[Collected data entries]
Start of Block

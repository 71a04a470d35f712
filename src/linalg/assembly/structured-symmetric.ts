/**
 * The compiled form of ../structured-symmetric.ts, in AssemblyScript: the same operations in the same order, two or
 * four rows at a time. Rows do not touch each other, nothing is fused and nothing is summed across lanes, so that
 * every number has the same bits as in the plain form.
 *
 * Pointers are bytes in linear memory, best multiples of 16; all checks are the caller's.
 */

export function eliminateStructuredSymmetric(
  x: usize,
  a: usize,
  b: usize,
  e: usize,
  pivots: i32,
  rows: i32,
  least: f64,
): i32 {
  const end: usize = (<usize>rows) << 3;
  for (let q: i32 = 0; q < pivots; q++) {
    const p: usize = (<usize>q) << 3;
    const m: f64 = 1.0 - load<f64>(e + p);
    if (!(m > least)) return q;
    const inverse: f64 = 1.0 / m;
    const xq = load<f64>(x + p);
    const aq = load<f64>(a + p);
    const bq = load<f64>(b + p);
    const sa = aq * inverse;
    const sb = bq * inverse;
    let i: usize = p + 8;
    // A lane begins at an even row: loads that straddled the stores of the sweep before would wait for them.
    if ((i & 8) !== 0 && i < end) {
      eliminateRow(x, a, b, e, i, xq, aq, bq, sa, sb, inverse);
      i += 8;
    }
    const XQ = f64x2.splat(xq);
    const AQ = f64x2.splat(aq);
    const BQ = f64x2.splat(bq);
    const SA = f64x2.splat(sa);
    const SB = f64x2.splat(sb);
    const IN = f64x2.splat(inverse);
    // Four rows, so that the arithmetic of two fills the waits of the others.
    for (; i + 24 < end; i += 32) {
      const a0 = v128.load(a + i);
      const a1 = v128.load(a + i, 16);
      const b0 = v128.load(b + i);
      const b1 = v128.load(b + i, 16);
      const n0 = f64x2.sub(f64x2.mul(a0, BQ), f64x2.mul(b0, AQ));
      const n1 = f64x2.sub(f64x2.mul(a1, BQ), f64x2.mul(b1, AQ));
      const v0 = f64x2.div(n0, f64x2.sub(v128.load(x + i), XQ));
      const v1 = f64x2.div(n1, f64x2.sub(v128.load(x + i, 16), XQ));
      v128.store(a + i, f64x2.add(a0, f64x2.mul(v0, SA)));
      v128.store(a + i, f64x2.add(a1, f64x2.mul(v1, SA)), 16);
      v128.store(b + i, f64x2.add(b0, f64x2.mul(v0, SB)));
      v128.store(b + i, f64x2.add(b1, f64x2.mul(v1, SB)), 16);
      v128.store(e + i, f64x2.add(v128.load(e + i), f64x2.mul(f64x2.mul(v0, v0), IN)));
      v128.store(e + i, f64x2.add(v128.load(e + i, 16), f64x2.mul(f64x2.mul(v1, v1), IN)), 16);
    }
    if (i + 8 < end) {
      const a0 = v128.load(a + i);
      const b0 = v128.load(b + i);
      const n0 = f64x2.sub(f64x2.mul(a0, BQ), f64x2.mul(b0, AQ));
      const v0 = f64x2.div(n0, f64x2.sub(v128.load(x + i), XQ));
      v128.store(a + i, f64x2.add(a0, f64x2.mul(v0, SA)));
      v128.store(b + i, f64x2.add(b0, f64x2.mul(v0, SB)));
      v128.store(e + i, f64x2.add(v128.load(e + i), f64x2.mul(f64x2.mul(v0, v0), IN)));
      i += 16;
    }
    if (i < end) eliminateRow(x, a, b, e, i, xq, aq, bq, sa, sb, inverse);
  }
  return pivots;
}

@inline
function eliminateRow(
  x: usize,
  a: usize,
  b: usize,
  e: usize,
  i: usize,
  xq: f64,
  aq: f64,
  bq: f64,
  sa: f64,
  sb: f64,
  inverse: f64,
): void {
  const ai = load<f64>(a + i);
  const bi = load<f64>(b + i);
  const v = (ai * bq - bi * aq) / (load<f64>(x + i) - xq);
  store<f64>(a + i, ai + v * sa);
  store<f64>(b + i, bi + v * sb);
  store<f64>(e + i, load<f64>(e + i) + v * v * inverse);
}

End of Block

◆ Activity:
Please find how many lines of the entries above include the string "inverse", giving the number and nothing else.

◆ Expected output:
8